- _Assignment_:
Please report how many lines below contain "math", writing nothing except the number.

- _Listed entries_:
----------
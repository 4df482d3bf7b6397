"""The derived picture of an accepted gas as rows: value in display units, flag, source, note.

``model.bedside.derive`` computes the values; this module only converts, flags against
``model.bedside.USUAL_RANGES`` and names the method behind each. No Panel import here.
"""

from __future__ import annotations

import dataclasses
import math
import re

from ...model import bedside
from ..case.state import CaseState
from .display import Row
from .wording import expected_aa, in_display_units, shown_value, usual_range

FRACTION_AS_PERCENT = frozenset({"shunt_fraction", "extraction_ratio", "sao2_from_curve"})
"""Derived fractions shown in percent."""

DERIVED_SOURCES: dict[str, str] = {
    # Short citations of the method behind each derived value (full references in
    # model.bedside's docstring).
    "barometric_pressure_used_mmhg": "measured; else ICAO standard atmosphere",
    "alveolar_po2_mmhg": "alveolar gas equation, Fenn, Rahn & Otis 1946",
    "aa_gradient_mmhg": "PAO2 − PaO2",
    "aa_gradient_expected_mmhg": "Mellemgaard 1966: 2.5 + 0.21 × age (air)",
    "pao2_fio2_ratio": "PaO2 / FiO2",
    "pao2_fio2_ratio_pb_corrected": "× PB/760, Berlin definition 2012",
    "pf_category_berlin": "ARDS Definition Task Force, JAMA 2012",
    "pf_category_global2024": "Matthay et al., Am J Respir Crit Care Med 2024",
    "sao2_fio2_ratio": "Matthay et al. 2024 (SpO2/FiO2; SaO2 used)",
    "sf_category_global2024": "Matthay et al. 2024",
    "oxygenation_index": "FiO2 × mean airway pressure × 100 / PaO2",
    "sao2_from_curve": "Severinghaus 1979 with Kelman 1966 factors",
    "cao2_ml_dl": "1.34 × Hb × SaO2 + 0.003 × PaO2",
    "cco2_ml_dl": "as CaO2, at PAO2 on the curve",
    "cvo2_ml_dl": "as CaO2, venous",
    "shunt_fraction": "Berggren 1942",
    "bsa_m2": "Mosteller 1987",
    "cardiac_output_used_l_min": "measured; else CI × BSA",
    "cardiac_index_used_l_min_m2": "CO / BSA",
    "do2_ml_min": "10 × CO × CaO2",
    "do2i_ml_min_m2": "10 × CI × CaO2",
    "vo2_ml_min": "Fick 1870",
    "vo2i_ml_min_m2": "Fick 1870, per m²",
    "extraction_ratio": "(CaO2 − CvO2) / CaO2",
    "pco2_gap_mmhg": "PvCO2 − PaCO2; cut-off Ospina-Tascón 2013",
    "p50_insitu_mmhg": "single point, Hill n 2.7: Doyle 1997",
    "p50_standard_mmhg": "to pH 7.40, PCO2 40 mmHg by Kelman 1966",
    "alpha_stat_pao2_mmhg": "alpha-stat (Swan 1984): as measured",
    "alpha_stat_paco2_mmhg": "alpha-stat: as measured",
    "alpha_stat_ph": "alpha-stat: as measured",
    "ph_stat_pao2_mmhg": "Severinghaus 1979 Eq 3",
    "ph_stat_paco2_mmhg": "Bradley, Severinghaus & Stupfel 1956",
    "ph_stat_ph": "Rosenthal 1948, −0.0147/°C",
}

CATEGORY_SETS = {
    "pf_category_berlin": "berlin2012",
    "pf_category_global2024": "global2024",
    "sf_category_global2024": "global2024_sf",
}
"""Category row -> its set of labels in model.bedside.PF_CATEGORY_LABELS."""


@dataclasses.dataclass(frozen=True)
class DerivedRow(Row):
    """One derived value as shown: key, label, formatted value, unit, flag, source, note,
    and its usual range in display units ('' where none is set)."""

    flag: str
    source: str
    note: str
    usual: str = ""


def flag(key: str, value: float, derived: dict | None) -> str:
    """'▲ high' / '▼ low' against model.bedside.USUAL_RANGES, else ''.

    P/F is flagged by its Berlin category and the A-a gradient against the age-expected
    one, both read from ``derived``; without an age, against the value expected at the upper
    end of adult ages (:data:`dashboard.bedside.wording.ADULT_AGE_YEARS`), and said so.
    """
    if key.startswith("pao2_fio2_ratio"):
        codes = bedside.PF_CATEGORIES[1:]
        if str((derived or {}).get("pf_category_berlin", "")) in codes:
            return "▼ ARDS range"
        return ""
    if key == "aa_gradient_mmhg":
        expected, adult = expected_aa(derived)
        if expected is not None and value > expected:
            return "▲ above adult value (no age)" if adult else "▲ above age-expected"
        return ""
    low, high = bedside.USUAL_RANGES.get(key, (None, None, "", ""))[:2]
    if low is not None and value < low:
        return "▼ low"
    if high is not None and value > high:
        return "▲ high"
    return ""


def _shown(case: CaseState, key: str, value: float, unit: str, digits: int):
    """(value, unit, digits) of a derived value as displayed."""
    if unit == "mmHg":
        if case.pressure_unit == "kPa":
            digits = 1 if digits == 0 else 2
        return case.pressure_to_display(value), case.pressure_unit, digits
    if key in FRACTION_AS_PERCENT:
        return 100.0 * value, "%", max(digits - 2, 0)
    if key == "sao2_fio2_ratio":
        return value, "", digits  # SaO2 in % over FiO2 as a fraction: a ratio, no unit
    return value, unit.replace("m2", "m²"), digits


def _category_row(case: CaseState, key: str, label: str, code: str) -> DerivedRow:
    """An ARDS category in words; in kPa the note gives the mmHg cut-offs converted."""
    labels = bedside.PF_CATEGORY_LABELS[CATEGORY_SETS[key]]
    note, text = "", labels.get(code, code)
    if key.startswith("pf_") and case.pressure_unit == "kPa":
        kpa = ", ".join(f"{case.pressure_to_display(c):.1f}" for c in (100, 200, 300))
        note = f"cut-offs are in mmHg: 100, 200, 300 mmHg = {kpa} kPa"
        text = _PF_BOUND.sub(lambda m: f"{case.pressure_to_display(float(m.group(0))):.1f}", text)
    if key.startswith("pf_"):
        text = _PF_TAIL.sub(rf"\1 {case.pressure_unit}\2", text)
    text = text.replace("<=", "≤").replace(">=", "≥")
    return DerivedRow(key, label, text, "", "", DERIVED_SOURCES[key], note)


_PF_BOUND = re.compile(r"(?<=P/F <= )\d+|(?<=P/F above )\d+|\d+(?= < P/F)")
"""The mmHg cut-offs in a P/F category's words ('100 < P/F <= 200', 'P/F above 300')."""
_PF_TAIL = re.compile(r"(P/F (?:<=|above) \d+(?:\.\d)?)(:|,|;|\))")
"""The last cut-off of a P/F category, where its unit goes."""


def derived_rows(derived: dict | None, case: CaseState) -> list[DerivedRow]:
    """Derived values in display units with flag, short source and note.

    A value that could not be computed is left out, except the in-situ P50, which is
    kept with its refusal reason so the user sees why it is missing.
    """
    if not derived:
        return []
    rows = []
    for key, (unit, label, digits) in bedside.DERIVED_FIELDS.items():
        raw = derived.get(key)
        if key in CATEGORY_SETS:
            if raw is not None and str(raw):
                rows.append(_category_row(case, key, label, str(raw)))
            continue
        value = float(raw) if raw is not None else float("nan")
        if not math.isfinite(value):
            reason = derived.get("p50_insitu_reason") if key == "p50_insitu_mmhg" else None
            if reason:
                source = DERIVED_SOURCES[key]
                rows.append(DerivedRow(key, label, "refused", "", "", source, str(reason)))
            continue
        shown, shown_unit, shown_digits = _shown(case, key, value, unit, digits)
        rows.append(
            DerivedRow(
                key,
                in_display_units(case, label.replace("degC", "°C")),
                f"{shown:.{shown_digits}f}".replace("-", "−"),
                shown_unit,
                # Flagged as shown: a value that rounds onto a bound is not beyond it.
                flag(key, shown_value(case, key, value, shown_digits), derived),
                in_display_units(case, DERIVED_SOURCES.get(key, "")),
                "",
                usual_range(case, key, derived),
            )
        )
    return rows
----------
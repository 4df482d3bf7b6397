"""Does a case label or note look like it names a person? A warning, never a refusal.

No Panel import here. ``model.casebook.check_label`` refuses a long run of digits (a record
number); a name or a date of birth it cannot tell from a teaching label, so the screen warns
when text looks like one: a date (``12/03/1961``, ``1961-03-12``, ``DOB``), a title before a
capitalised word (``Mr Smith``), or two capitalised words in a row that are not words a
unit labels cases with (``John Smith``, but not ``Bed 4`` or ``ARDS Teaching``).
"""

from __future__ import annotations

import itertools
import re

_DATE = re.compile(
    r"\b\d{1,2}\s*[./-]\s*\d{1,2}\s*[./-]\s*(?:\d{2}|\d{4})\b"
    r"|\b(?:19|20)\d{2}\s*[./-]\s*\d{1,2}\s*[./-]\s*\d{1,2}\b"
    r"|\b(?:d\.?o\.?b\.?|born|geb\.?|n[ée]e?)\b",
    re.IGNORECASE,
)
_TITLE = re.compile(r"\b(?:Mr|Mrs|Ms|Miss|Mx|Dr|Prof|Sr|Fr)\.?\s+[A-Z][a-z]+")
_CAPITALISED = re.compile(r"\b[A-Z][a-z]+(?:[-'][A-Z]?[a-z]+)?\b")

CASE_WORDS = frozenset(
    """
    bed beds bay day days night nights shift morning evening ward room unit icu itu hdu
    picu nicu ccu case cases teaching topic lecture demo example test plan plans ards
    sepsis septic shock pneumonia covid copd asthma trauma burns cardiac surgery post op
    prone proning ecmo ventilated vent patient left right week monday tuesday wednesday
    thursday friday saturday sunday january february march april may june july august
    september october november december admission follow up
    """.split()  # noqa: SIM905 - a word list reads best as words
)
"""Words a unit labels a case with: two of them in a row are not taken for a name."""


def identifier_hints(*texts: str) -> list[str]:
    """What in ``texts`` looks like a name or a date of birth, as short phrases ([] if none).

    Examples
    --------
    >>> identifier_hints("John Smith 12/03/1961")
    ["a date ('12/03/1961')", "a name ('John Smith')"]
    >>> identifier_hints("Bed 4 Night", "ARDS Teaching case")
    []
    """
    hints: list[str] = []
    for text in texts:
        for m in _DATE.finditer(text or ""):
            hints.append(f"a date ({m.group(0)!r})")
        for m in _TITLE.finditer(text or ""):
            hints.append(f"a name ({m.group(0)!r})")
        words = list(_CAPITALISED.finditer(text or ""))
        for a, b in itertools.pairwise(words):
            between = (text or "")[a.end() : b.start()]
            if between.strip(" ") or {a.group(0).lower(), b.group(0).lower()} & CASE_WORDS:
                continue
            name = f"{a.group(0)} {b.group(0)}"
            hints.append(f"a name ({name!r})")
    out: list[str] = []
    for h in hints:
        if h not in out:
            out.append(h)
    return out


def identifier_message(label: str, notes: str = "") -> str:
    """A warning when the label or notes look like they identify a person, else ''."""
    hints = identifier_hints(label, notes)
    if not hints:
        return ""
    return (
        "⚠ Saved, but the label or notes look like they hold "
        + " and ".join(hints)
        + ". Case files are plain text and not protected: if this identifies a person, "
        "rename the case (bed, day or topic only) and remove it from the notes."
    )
----------
- _Written solution_:
2